So far, getting rid of 1/3 of my clothes is one of the most practical, satisfying things I’ve done in a long time.

May 11, 2010

One of the reasons dogs are great is that they are made ebulliently happy by walking around.

It’s something we have in common! No wonder I love dogs.

Dogs are the best.

Astrology!

May 7, 2010

Akie, Jillian and I discussed Astrology in this week’s Perpetual Post.  It’s astrologicalicious!

MOLLY SCHOEMANN: I want to cast astrology aside scornfully, but it seems like every time the subject comes up, someone else I love and respect confesses that they are interested in it, and I feel a renewed justification in being curious.

It’s not that I spend that much time thinking about astrology; I don’t even know off the top of my head what the dates are for every sign.  (In fact I am always simultaneously impressed and alarmed at those people who CAN say things like, “Your birthday is August 27th?  So you’re a Virgo then, hmm…”)  Nor do I really pay attention to people’s birthdays being on the cusp or whether their moons are in the house of something or other.

Really, the only time I pay much attention to astrology is to match up my sign with the sign of the boy I’m interested in and/or dating.  Now that I have settled down and become engaged to a Scorpio I don’t do much astrologizing, having spent a slow afternoon at work a few years ago reading every account I could find about what Scorpios are like and whether they are a good match with a Taurus.  Most sources claim that they are, because they’re kind of opposites but both really intense or something like that.  As About.com states, “Scorpio has intuitive powers and Taurus is master of the 3-D physical world — as a team they can experiment in bringing visions into form.”  Exactly!  That pretty much describes an average Sunday morning in our house.

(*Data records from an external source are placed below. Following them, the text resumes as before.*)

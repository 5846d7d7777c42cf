import { PDFDocument } from "pdf-lib";
import { beforeAll, describe, expect, it } from "vitest";
import { PLACEHOLDER, embedFonts, fitSize, fitText, safeText, wrapText, type PdfFonts } from "./fonts";

let fonts: PdfFonts;

beforeAll(async () => {
  fonts = await embedFonts(await PDFDocument.create());
});

describe("safeText", () => {
  it("composes to NFC", () => {
    // Unicode UAX #15: e + U+0301 COMBINING ACUTE ACCENT composes to U+00E9 under NFC [published]
    expect(safeText(fonts.regular, "Cafe\u0301")).toBe("Caf\u00e9");
  });

  it("removes bidi overrides, isolates and marks", () => {
    // Unicode UAX #9: U+202A–U+202E embeddings/overrides, U+2066–U+2069 isolates, U+200E/U+200F marks [published]
    const text = "\u202Eevil\u202C \u2067name\u2069 \u200Fx\u200E";
    expect(safeText(fonts.regular, text)).toBe("evil name x");
  });

  it("turns control characters and line breaks into nothing or spaces", () => {
    // C0 controls U+0000–U+001F are not graphic characters (Unicode ch. 23) [published]
    expect(safeText(fonts.regular, "a\u0000b\u0007c\td\ne\r\nf")).toBe("abc d e f");
  });

  it("writes each emoji grapheme, including ZWJ sequences and flags, as readable words, never “�”", () => {
    // Roboto Slab has no emoji glyphs [practice: the font covers Latin, Greek and Cyrillic];
    // UAX #29: a ZWJ sequence and a regional-indicator pair are single grapheme clusters [published];
    // the names are Unicode's CLDR short names as the any-ascii library spells them [published]
    const out = safeText(fonts.regular, "snake 🐍 family 👨‍👩‍👧 flag 🇺🇸 ok");
    expect(out).toBe("snake [snake] family [man][woman][girl] flag US ok");
    expect(out).not.toContain("\uFFFD");
  });

  it("transliterates letters the font lacks, and marks what has no Latin form with [?]", () => {
    // [published] Hanyu Pinyin of 你好 is "nǐ hǎo"; the any-ascii transliteration drops the tones
    expect(safeText(fonts.regular, "Keeper 你好")).toBe("Keeper NiHao");
    // A replacement character typed by the user is no readable text either.
    expect(safeText(fonts.regular, "a \uFFFD b")).toBe(`a ${PLACEHOLDER} b`);
  });

  it("keeps the unit and typographic characters the documents use", () => {
    // Roboto Slab covers Latin-1 and General Punctuation [practice]
    expect(safeText(fonts.bold, "65–85 °F × 4″ · “ok” …")).toBe("65–85 °F × 4″ · “ok” …");
  });

  it("leaves markup and PDF syntax as plain characters", () => {
    // PDF text strings are data, not operators (ISO 32000-1 §7.3.4) [published]
    const hostile = '<script>alert("x")</script> (unbalanced \\ ) endobj %%EOF';
    expect(safeText(fonts.regular, hostile)).toBe(hostile);
  });

  it("returns only characters the font has glyphs for", () => {
    const charSet = new Set(fonts.regular.getCharacterSet());
    const out = safeText(fonts.regular, "ok ☃ ✓ → 中文 𝔄 \uE000 \uD800 ß");
    for (const ch of out) expect(charSet.has(ch.codePointAt(0) ?? -1)).toBe(true);
    expect(out.endsWith("ß")).toBe(true);
  });
});

describe("wrapText", () => {
  const words = Array.from({ length: 300 }, (_, i) => `word${i}`).join(" ");

  it("keeps every line within the width and loses no word", () => {
    const maxW = 180;
    const lines = wrapText(fonts.regular, words, 9, maxW);
    expect(lines.length).toBeGreaterThan(10);
    for (const line of lines) expect(fonts.regular.widthOfTextAtSize(line, 9)).toBeLessThanOrEqual(maxW);
    expect(lines.join(" ")).toBe(words);
  });

  it("breaks a word wider than the line between characters", () => {
    const long = "x".repeat(2000);
    const lines = wrapText(fonts.bold, long, 8, 100);
    for (const line of lines) expect(fonts.bold.widthOfTextAtSize(line, 8)).toBeLessThanOrEqual(100);
    expect(lines.join("")).toBe(long);
  });

  it("keeps the user's own line breaks", () => {
    expect(wrapText(fonts.regular, "one\ntwo\r\nthree", 9, 500)).toEqual(["one", "two", "three"]);
  });
});

describe("fitText / fitSize", () => {
  it("shortens with an ellipsis to the width", () => {
    const out = fitText(fonts.regular, "Lampropeltis californiae californiae", 9, 80);
    expect(out.endsWith("…")).toBe(true);
    expect(fonts.regular.widthOfTextAtSize(out, 9)).toBeLessThanOrEqual(80);
    expect(fitText(fonts.regular, "short", 9, 80)).toBe("short");
  });

  it("finds the largest whole size that fits", () => {
    const size = fitSize(fonts.bold, "LIVE ANIMALS", 60, 8, 200);
    expect(fonts.bold.widthOfTextAtSize("LIVE ANIMALS", size)).toBeLessThanOrEqual(200);
    expect(fonts.bold.widthOfTextAtSize("LIVE ANIMALS", size + 1)).toBeGreaterThan(200);
  });
});
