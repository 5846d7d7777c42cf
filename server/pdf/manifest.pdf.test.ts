import { PDFDocument } from "pdf-lib";
import { beforeAll, describe, expect, it } from "vitest";
import { embedFonts } from "./fonts";
import { renderManifestPdf } from "./manifest.pdf";
import type { ManifestBox, ManifestInput } from "./manifest-input";
import { buildAnimal, buildBoxes, buildManifestInput } from "./manifest-input.fixture";
import { decodeQrFromPng, drawnGlyphIds, extractPageTexts, renderPagePng } from "./pdf-test-support";

const squash = (s: string): string => s.replace(/\s+/g, "");

/** The pages' text without the running header and footer, so text broken across pages joins up. */
function bodyText(pages: string[]): string {
  return pages
    .map((p) =>
      p
        .replace(/Produced .*? by Hatchway · Transfer \S+ Page \d+ of \d+/, "")
        .replace(/^Packing manifest · Transfer \S+/, "")
        .replace(
          /Box \d+ of \d+ \(continued\) # Species \(scientific \/ common\) Count Sex Identifier Origin Size Venomous/,
          "",
        ),
    )
    .join(" ");
}

/** Boxes whose species totals are counted by hand in the totals test. */
function countedBoxes(): ManifestBox[] {
  const [a, b, c] = buildBoxes(3, 0);
  return [
    {
      ...a!,
      animals: [
        buildAnimal(0, { scientificName: "Python regius", commonName: "Ball python", count: 2 }),
        buildAnimal(1, {
          scientificName: "Crotalus atrox",
          commonName: "Western diamondback rattlesnake",
          count: 1,
          venomous: true,
        }),
      ],
    },
    {
      ...b!,
      animals: [
        buildAnimal(2, { scientificName: "Python regius", commonName: "Ball python", count: 3 }),
        buildAnimal(3, { scientificName: "Ambystoma mexicanum", commonName: "Axolotl", count: 6 }),
      ],
    },
    {
      ...c!,
      animals: [
        buildAnimal(4, {
          scientificName: "Crotalus atrox",
          commonName: "Western diamondback rattlesnake",
          count: 2,
          venomous: true,
        }),
      ],
    },
  ];
}

describe("renderManifestPdf", () => {
  let input: ManifestInput;
  let bytes: Uint8Array;
  let pages: string[];
  let all: string;

  beforeAll(async () => {
    input = buildManifestInput({ boxes: buildBoxes(4, 6) });
    bytes = await renderManifestPdf(input);
    pages = await extractPageTexts(bytes);
    all = pages.join(" ");
  });

  it("lists every animal with its names, identifier, origin, sex and size", () => {
    // 50 CFR 14.81: the accompanying list names each animal's species [published]; sizes in mm with
    // inches beside at 25.4 mm per inch [published, international inch]
    const animals = input.boxes.flatMap((b) => b.animals);
    expect(animals).toHaveLength(24);
    for (const a of animals) {
      expect(all).toContain(a.scientificName);
      expect(all).toContain(a.commonName);
      expect(all.split(a.identifier ?? "?").length - 1).toBe(1);
      expect(all).toContain(`${a.lengthMm} mm (${((a.lengthMm ?? 0) / 25.4).toFixed(1)} in)`);
    }
    expect(all).toContain("Captive-bred");
    expect(all).toContain("Long-term captive");
    expect(all).toMatch(/Female/);
    // the rattlesnake in the demo taxa is venomous [practice: Crotalus are pit vipers]
    expect(all).toMatch(/Crotalus atrox Western diamondback rattlesnake 1 \w+ PH-\d+ .*?VENOMOUS/);
  });

  it("heads every box with its number, dimensions, pack and seal", () => {
    for (const box of input.boxes) {
      expect(all).toContain(`Box ${box.index} of ${input.boxes.length}: ${box.label}`);
      expect(all).toContain(`Seal no. ${box.sealNumber ?? ""}`);
    }
    // 400 × 300 × 250 mm is 15.7 × 11.8 × 9.8 in at 25.4 mm per inch [published]
    expect(all).toContain("400 × 300 × 250 mm (15.7 × 11.8 × 9.8 in)");
    expect(all).toContain("Heat pack, 40 hours");
  });

  it("prints the shipper and consignee name-and-address blocks in full", () => {
    // 50 CFR 14.81: name and address of shipper and consignee [published]
    for (const [title, party] of [
      ["SHIPPER (SENDER)", input.sender],
      ["CONSIGNEE (RECEIVER)", input.receiver],
    ] as const) {
      const block = [
        party.organisation,
        party.contactName,
        party.street,
        `${party.city}, ${party.state} ${party.zip}`,
        `24-hour phone: ${party.phone24h}`,
        party.email,
      ];
      expect(pages[0]).toContain(title);
      for (const line of block) expect(pages[0]).toContain(line);
    }
  });

  it("shows the transfer facts in the time zones given", () => {
    expect(pages[0]).toContain("Transfer HW-2026-0042");
    expect(pages[0]).toContain("Overnight air carrier");
    // 21:30Z on 2026-04-14 is 16:30 CDT (UTC−5) and 14:30Z on 04-15 is 10:30 EDT (UTC−4): DST, 15 U.S.C. 260a [published]
    expect(pages[0]).toContain("Tue, Apr 14, 2026, 16:30 CDT");
    expect(pages[0]).toContain("Wed, Apr 15, 2026, 10:30 EDT");
    expect(pages[0]).toContain("Renata Vosk");
    expect(pages[0]).toContain("Bluegrass Ground Couriers (demo)");
  });

  it("lists the permits and certificates with number, issuer, holder and validity", () => {
    for (const d of input.documents) {
      expect(all).toContain(d.number);
      expect(all).toContain(d.issuer);
    }
    expect(all).toContain("State import permit");
    expect(all).toContain("Certificate of Veterinary Inspection (CVI)");
    // Gregorian calendar [published]: 2026-01-01 and 2026-12-31 are Thursdays.
    expect(all).toContain("Thu, Jan 1, 2026 – Thu, Dec 31, 2026");
  });

  it("carries the temperature range in °F and °C and the standard cautions", () => {
    // 65 °F = 18.3 °C, 85 °F = 29.4 °C (NIST SP 811 conversion) [published]
    expect(all).toContain("Safe transit range: 65–85 °F (18–29 °C)");
    // product cautions: not legal advice, confirm with the state agency and a licensed vet, planning aid,
    // heat packs never touch the container (SOURCES.md, REPTILES magazine shipping guide) [practice]
    expect(all).toContain("not legal advice");
    expect(all).toContain("wildlife agencies");
    expect(all).toContain("licensed veterinarian");
    expect(all).toContain("planning aid, not a guarantee");
    expect(all).toContain("never touch an animal's container");
    expect(all).toContain(input.temperature?.packingNotes ?? "?");
  });

  it("gives emergency contacts and handling instructions", () => {
    expect(all).toContain("Handling and emergencies");
    expect(all).toContain("Dr. L. Farrow (demo) Sender's veterinarian (937) 555-0188");
    expect(all).toContain(input.handlingNotes ?? "?");
  });

  it("ends with a custody table of empty rows to sign by hand", () => {
    // each custody transfer records releaser, receiver, date and time, place (NIST CNSSI 4009, ASTM D4840) [published]
    const custody = all.slice(all.indexOf("Chain of custody"));
    expect(custody).toMatch(/Released by \(print, sign\) Received by \(print, sign\) Date and time Place/);
    expect(custody).toMatch(/ 1 2 3 4 5 6 7 8 /);
  });

  it("numbers every page n of N and stamps the produced time", () => {
    expect(pages.length).toBeGreaterThan(1);
    pages.forEach((text, i) => {
      expect(text).toContain(`Page ${i + 1} of ${pages.length}`);
      // 19:05Z on 2026-04-13 is 14:05 CDT [published, 15 U.S.C. 260a]
      expect(text).toContain("Produced Mon, Apr 13, 2026, 14:05 CDT");
    });
  });

  it("draws no missing-glyph boxes", async () => {
    const ids = await drawnGlyphIds(bytes);
    expect(ids.length).toBeGreaterThan(1000);
    expect(ids.filter((id) => id === 0)).toHaveLength(0);
  });

  it("puts a QR code on page 1 that opens the handoff page", () => {
    const png = renderPagePng(bytes, "manifest-page1");
    expect(decodeQrFromPng(png)).toBe(input.handoffUrl);
  });
});

describe("renderManifestPdf totals", () => {
  it("sums each species over all boxes with venomous flags", async () => {
    // 50 CFR 14.81: scientific name, number of each species, whether venomous [published];
    // the numbers are counted by hand from countedBoxes(): 2 + 3 pythons, 1 + 2 rattlesnakes, 6 axolotls
    const text = (await extractPageTexts(await renderManifestPdf(buildManifestInput({ boxes: countedBoxes() })))).join(
      " ",
    );
    const totals = text.slice(text.indexOf("Totals by species (50 CFR 14.81)"));
    // Columns in the order the issue names them: species, number of animals, boxes by label (then venomous).
    expect(totals).toContain("Species (scientific / common) Number of animals Boxes (by label) Venomous");
    expect(totals).toContain("Ambystoma mexicanum Axolotl 6 Shipping box B (box 2) No");
    expect(totals).toContain(
      "Crotalus atrox Western diamondback rattlesnake 3 Shipping box A (box 1) Shipping box C (box 3) VENOMOUS",
    );
    expect(totals).toContain("Python regius Ball python 5 Shipping box A (box 1) Shipping box B (box 2) No");
    expect(totals).toContain("All species (3) 14 3 boxes");
    expect(text).toContain("ANIMALS 14 (3 species)");
  });
});

describe("renderManifestPdf pagination", () => {
  it("repeats the table header on every page a box table continues onto", async () => {
    const input = buildManifestInput({ boxes: buildBoxes(10, 10) });
    const pages = await extractPageTexts(await renderManifestPdf(input));
    const continued = pages.filter((p) => /Box \d+ of 10 \(continued\)/.test(p));
    expect(continued.length).toBeGreaterThan(0);
    for (const page of continued)
      expect(page).toMatch(
        /\(continued\) # Species \(scientific \/ common\) Count Sex Identifier Origin Size Venomous/,
      );
    // all 100 identifiers survive the page breaks, each exactly once
    const all = pages.join(" ");
    for (const a of input.boxes.flatMap((b) => b.animals)) expect(all.split(a.identifier ?? "?").length - 1).toBe(1);
  });
});

describe("renderManifestPdf with hostile text", () => {
  const longNote = Array.from({ length: 400 }, (_, i) => `note${String(i).padStart(4, "0")}`)
    .join(" ")
    .slice(0, 2000);
  const longWord = Array.from({ length: 2000 }, (_, i) => String.fromCharCode(65 + (i % 26))).join("");
  let input: ManifestInput;
  let bytes: Uint8Array;

  beforeAll(async () => {
    const base = buildManifestInput();
    const [first, ...rest] = base.boxes;
    input = buildManifestInput({
      sender: { ...base.sender, organisation: '<script>alert("pwned")</script> Herps (demo)' },
      receiver: { ...base.receiver, contactName: "\u202Eevil\u202C Marcus" },
      handlingNotes: longWord,
      temperature: { advice: "nul\u0000here \u0007bell", safeRangeF: { minF: 65, maxF: 85 }, packingNotes: null },
      boxes: [
        {
          ...first!,
          label: "Box\nA\tB",
          animals: [
            buildAnimal(0, { notes: longNote }),
            buildAnimal(1, { notes: "calm 🐍 snake 👨‍👩‍👧 ok", identifier: "(\\) %%EOF endobj" }),
          ],
        },
        ...rest,
      ],
    });
    bytes = await renderManifestPdf(input);
  });

  it("stays a valid PDF that pdf-lib and pdf.js both load", async () => {
    const reloaded = await PDFDocument.load(bytes);
    expect(reloaded.getPageCount()).toBeGreaterThan(1);
    expect((await extractPageTexts(bytes)).length).toBe(reloaded.getPageCount());
    // poppler renders it too; the PNGs are left for a person to look at
    renderPagePng(bytes, "manifest-hostile-page1", 1);
    renderPagePng(bytes, "manifest-hostile-page2", 2);
  });

  it("shows markup and PDF syntax as literal text", async () => {
    const all = (await extractPageTexts(bytes)).join(" ");
    expect(all).toContain('<script>alert("pwned")</script> Herps (demo)');
    expect(all).toContain("(\\) %%EOF endobj");
    expect(all).toContain("Box 1 of 3: Box A B");
    expect(all).toContain("nulhere bell");
  });

  it("drops the right-to-left override instead of reordering the text", async () => {
    const all = (await extractPageTexts(bytes)).join(" ");
    expect(all).not.toMatch(/[\u202A-\u202E\u2066-\u2069]/);
    expect(all).toContain("evil Marcus");
  });

  it("writes emoji as readable words, never “�”, and draws no missing-glyph boxes", async () => {
    const all = (await extractPageTexts(bytes)).join(" ");
    // the names are Unicode's CLDR short names as the any-ascii library spells them [published]
    expect(all).toContain("calm [snake] snake [man][woman][girl] ok");
    expect(all).not.toContain("\uFFFD");
    const ids = await drawnGlyphIds(bytes);
    expect(ids.length).toBeGreaterThan(0);
    expect(ids).not.toContain(0);
  });

  it("prints 2,000-character notes in full, wrapped", async () => {
    const all = squash(bodyText(await extractPageTexts(bytes)));
    expect(longNote).toHaveLength(2000);
    expect(all).toContain(squash(longNote));
    expect(all).toContain(longWord);
  });

  it("the missing-glyph check does catch a glyph drawn without safeText", async () => {
    // control: drawing an emoji straight through pdf-lib yields glyph 0 (.notdef) [practice: pdf-lib behaviour]
    const doc = await PDFDocument.create();
    const { regular } = await embedFonts(doc);
    doc.addPage().drawText("snake 🐍", { font: regular, size: 12, x: 20, y: 20 });
    expect(await drawnGlyphIds(await doc.save())).toContain(0);
  });
});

There are those who claim that the problem with astrology is that you can read any horoscope, whether or not it’s your own, and find ways to relate to it, and pick things out of it that you think can be applied to your own life.  This is probably true for me.  I can relate to the 10pm weatherman;  I can find something that applies to my own life in an online recipe for chutney.  I guess you could say I have boundary issues.  So in that way I am a perfect candidate to find astrology both extremely compelling and extremely full of lies.

Still, I love people who are openly excited about astrology and enjoy discussing it, even if they do so with a dose of deprecation.  Talking to someone like that about astrology is like finding a kindred spirit who isn’t afraid to get raunchy while telling you why she broke up with her ex.  It lets you settle into a certain comfort zone and it increases your expectations for the depth of the conversation.  You know you are in for a good time when you find someone who you love and respect but who is also not afraid to look you in the eye and say something like “The way you just stirred your coffee is SO like a Taurus!  Your moon must be in the house of Saturn this week.”

One of my best friends will confess an intense interest in astrology when pressed, but she knows how admitting that sounds to some, and she’s not afraid to use that fact to her advantage.  One night she got out of a bad date early by discussing her love of astrology.  “I’m a Pisces,” she told the guy.  “We tend to be needy and emotional—and we’re also very demanding.”  Needless to say, she never heard from him again.  Their love must not have been in the stars!  Score one for astrology.

Hooray for Thanksgiving!

November 26, 2009

Pumpkin Cheesecake? Check. Cranberry-Pecan Upside Down Cake? Check. Slightly inflated self-esteem from my sophisticated Thanksgiving dessert repertoire? Check.

Let’s just hope they travel well. We’ve got a 90 minute drive tomorrow with a big hairy dog.

Happy Thanksgiving everyone!

-Molly

PS: email me if you want either recipe, they both turned out very tasty!

A Good Man’s Name

November 23, 2009

Quick! I need a good man’s name for the guy in my novel.

It needs to be kind of old-fashioned, but also kind of rakish and sexy. Think Neo-Post Gothic Satirical Romance hero’s name. Also, like most men in that genre which I just made up, he’s kind of a bad guy too.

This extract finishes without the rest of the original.